5 Things You Should Know About Jealousy

5 Things You Should Know About Jealousy A University of Calgary professor’s new book looks for the truth about the green-eyed monster. By Andrew Guilbert February 11, 2015 In Act 3, Scene 3 of Shakespeare’s Othello, Iago utters the famous line: O, beware, my lord, of jealousy; It is the…

5 Things You Should Know About Jealousy

A University of Calgary professor’s new book looks for the truth about the green-eyed monster.

In Act 3, Scene 3 of Shakespeare’s Othello, Iago utters the famous line:

O, beware, my lord, of jealousy;
It is the green-eyed monster which doth mock;
The meat it feeds

In his new book, Jealousy, Peter Toohey, a professor of classics at the University of Calgary, argues that the green-eyed monster can actually be an essential, and sometimes beneficial, part of what makes us human. Surprised? Here are five things you may not have known about jealousy.

Not all cultures experience jealousy the same way.

“Jealousy can be more muted in some societies, as it is in [ancient] Greece and Rome. It’s usually the result of a predominance of arranged marriages in these societies and also, in Rome, the frequency of divorce. People get less worked up about [sexual jealousy] because I don’t think you would in the initial phases of an arranged marriage. It’s not a utopia in Rome, however, you’ll find that political jealousy is common enough there, but the sexual jealousies are less pronounced. It doesn’t seem to me too likely that anyone gets off the hook with this emotion.”

Animals get jealous too.

“In one experiment with two groups of capuchin monkeys, a lab attendant normally fed them cucumbers, but on one occasion, without any reason, one group of monkeys got grapes while the other group of monkeys still got cucumbers. The cucumber monkeys rose up in anger; they rattled the cage, they threw their food away even though they need it. What primatologist Frans De Waal argued from this is that even amongst these animals there’s an innate sense of justice, as he called it. I would say it fits the bill for jealousy, and in this instance you’ve got jealousy being used to try and insist on equity in the lab.”

There are three factors that go into jealousy.

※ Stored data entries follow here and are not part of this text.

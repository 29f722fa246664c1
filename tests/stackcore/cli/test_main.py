"""``slabwright``: help, version, and who gets which command line."""

import importlib.metadata
import os
import subprocess
import sys
from collections.abc import Callable, Sequence
from pathlib import Path
from typing import NoReturn

import pytest

from stackcore.cli import main, window
from stackcore.errors import StackError
from tests.stackcore.cli.conftest import Run


class Entry:
    """An entry point as the metadata of a distribution would have it."""

    def __init__(self, load: Callable[[], Callable[[Sequence[str]], int | None]], name: str = "main") -> None:
        self.load, self.name = load, name


@pytest.fixture
def install(monkeypatch: pytest.MonkeyPatch) -> Callable[..., None]:
    """Pretend that these entry points, and no others, are installed for the window."""

    def install(*entries: Entry) -> None:
        def entry_points(*, group: str) -> list[Entry]:
            assert group == "slabwright.window"
            return list(entries)

        monkeypatch.setattr(window, "entry_points", entry_points)

    return install


def test_help_names_every_command(run: Run) -> None:
    """Help tells all commands and the meaning of the exit status."""
    outcome = run("--help")
    assert (outcome.status, outcome.lines) == (0, [])
    for word in (
        "sweep JOB --csv OUT [--stack NAME]",
        "materials [WORD ...] [--at F,F] [--csv OUT] [--check FILE]",
        "picture JOB --png OUT [--size WxH]",
        "[JOB]",
        "exit status",
    ):
        assert word in outcome.out
    assert run("-h") == outcome


def test_version_is_that_of_the_distribution(run: Run, monkeypatch: pytest.MonkeyPatch) -> None:
    """The version is the one installed; a checkout that is not installed says so."""
    monkeypatch.setattr(importlib.metadata, "version", lambda name: f"7.8.9 of {name}")
    assert run("--version") == (0, "slabwright 7.8.9 of slabwright\n", [])

    def missing(name: str) -> NoReturn:
        raise importlib.metadata.PackageNotFoundError(name)

    monkeypatch.setattr(importlib.metadata, "version", missing)
    assert run("--version") == (0, "slabwright (from a checkout that is not installed)\n", [])


@pytest.mark.parametrize(
    "arguments", [(), ("cover.slabjob",), ("some/folder/cover",), ("picture", "a.slabjob", "--png", "a.png")]
)
def test_what_is_not_ours_goes_to_the_window(
    run: Run, install: Callable[..., None], arguments: tuple[str, ...]
) -> None:
    """No command, a job file, or a command of the window: the window gets all arguments and gives the status."""
    given: list[list[str]] = []

    def open_window(words: Sequence[str]) -> int:
        given.append(list(words))
        return 1

    install(Entry(lambda: open_window), Entry(lambda: pytest.fail("another entry was loaded"), "other"))
    assert run(*arguments) == (1, "", [])
    assert given == [list(arguments)]


def test_a_window_that_returns_nothing_is_done(run: Run, install: Callable[..., None]) -> None:
    """A window that ends without a status has ended well."""
    install(Entry(lambda: lambda words: None))
    assert run().status == 0


def test_our_commands_do_not_wake_the_window(run: Run, install: Callable[..., None], job_file: Path) -> None:
    """A sweep runs where the window could not even be loaded."""
    install(Entry(lambda: pytest.fail("the window was loaded")))
    assert run("sweep", job_file, "--csv", "-").status == 0


def test_a_mistyped_command_is_told(run: Run, install: Callable[..., None]) -> None:
    """A word that is neither a command nor a file is told with the nearest command."""
    install()
    outcome = run("swep", "cover.slabjob")
    assert outcome.status == 2
    told = "there is no command and no file 'swep', did you mean 'sweep'?"
    allowed = "allowed: sweep, vary, materials, picture, or a job file"
    assert outcome.lines == [f"slabwright: {told}; {allowed}"]


def test_a_window_that_is_not_installed_is_one_line(run: Run, install: Callable[..., None]) -> None:
    """Without the package of the window one line says what to install."""
    install()
    outcome = run("cover.slabjob")
    assert (outcome.status, len(outcome.lines)) == (2, 1)
    assert "pip install 'slabwright[gui]'" in outcome.lines[0]


@pytest.mark.parametrize(
    ("error", "words"),
    [
        (ModuleNotFoundError("No module named 'PySide6'", name="PySide6"), "pip install 'slabwright[gui]'"),
        (ModuleNotFoundError("No module named 'pyqtgraph'", name="pyqtgraph"), "pip install 'slabwright[gui]'"),
        (ImportError("libEGL.so.1: cannot open shared object file"), "libEGL.so.1"),
        (ImportError("DLL load failed", name="PySide6.QtGui"), "DLL load failed"),
    ],
)
def test_a_missing_toolkit_is_one_line(
    run: Run, install: Callable[..., None], error: ImportError, words: str
) -> None:
    """Where the toolkit or a library under it is missing, one line names it, before or while the window starts."""

    def fail(*_: object) -> NoReturn:
        raise error

    for entry in (Entry(fail), Entry(lambda: fail)):
        install(entry)
        outcome = run()
        assert (outcome.status, len(outcome.lines)) == (2, 1)
        assert words in outcome.lines[0]


def test_a_fault_of_the_window_itself_is_not_hidden(install: Callable[..., None]) -> None:
    """A module that our own code fails to import is a defect and is shown as one."""

    def fail() -> NoReturn:
        raise ModuleNotFoundError("No module named 'app.panels.gone'", name="app.panels.gone")

    install(Entry(fail))
    with pytest.raises(ModuleNotFoundError):
        main([])


def test_errors_of_the_core_and_of_the_user_have_no_traceback(run: Run, install: Callable[..., None]) -> None:
    """An error that the core raises on purpose is a line; Ctrl+C ends quietly with the status shells expect."""

    def refuse(_: object) -> NoReturn:
        raise StackError("the front half-space must be lossless")

    def interrupt(_: object) -> NoReturn:
        raise KeyboardInterrupt

    install(Entry(lambda: refuse))
    assert run() == (2, "", ["slabwright: the front half-space must be lossless"])
    install(Entry(lambda: interrupt))
    assert run() == (130, "", [])


def test_module_runs_as_the_command(job_file: Path) -> None:
    """python -m stackcore is the command; it needs neither the toolkit nor the slow parts of SciPy."""
    code = (
        "import sys, runpy; sys.argv = ['slabwright', 'sweep', sys.argv[1], '--csv', '-']\n"
        "try: runpy.run_module('stackcore', run_name='__main__')\n"
        "except SystemExit as end: status = end.code\n"
        "heavy = {'PySide6', 'pyqtgraph', 'scipy.optimize', 'scipy.interpolate', 'app'} & set(sys.modules)\n"
        "sys.stderr.write(f'{status} {sorted(heavy)}')\n"
    )
    process = subprocess.run(
        [sys.executable, "-c", code, str(job_file)], capture_output=True, text=True, check=False
    )
    assert process.stderr == "0 []"
    assert process.stdout.startswith("stack,frequency_Hz,")


def test_help_into_a_closed_pipe_is_one_line() -> None:
    """Help that nobody reads any more ends in one line as well, also while the process ends."""
    reader, writer = os.pipe()
    os.close(reader)
    command = [sys.executable, "-m", "stackcore", "--help"]
    process = subprocess.run(command, stdout=writer, stderr=subprocess.PIPE, text=True, check=False)
    os.close(writer)
    assert process.returncode == 2
    assert process.stderr == "slabwright: standard output was closed before everything was written\n"


def test_help_does_not_read_jobs() -> None:
    """Help is there without the reading of jobs and the writing of tables being loaded by the command itself."""
    code = (
        "import sys; from stackcore import cli; cli.main(['--help']); sys.exit('stackcore.export' in sys.modules)"
    )
    process = subprocess.run([sys.executable, "-c", code], capture_output=True, text=True, check=False)
    assert (process.returncode, process.stderr) == (0, "")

“The first thing to know is that jealousy is triangular. It involves three people or two people and a thing. The second is that feelings are going to be running pretty high, because often in jealousy, loss is going to be involved. If it’s amongst friends or lovers, someone’s going to lose a partner. In the work place it can be the loss of power, money or possession. It’s the three things, emotions running high, loss and a triangular nature, that make up jealousy.”

It’s not envy, but it’s close.

“People distinguish them probably more carefully than they ought to. Envy is triangular: two people and a thing or three people and feelings usually run high. But, instead of loss, it’s often over gain. So when somebody owns something you’d like to have, like a car as good as the person next door or a house as big, that’s envy. Jealousy is loss and envy is gain, but the two can run together.

It can be a good thing.

We tend to react and say ‘anger is bad’ in a blanket sense. No, it’s not. But, you tend to feel that way because you’re generalizing from the worst elements or manifestations of it. And so it is with jealousy. It’s a competitive emotion and there’s nothing wrong with competition. Look at 1917 and the [Russian] revolution, there’s a lot to be said for equality for all people, wasn’t there? But mostly, societies run off competition, allowing and celebrating it, with jealousy being built on competition in the workplace and so on. That’s a good thing in a country like Canada, so why should it be denied? We expect it and encourage it.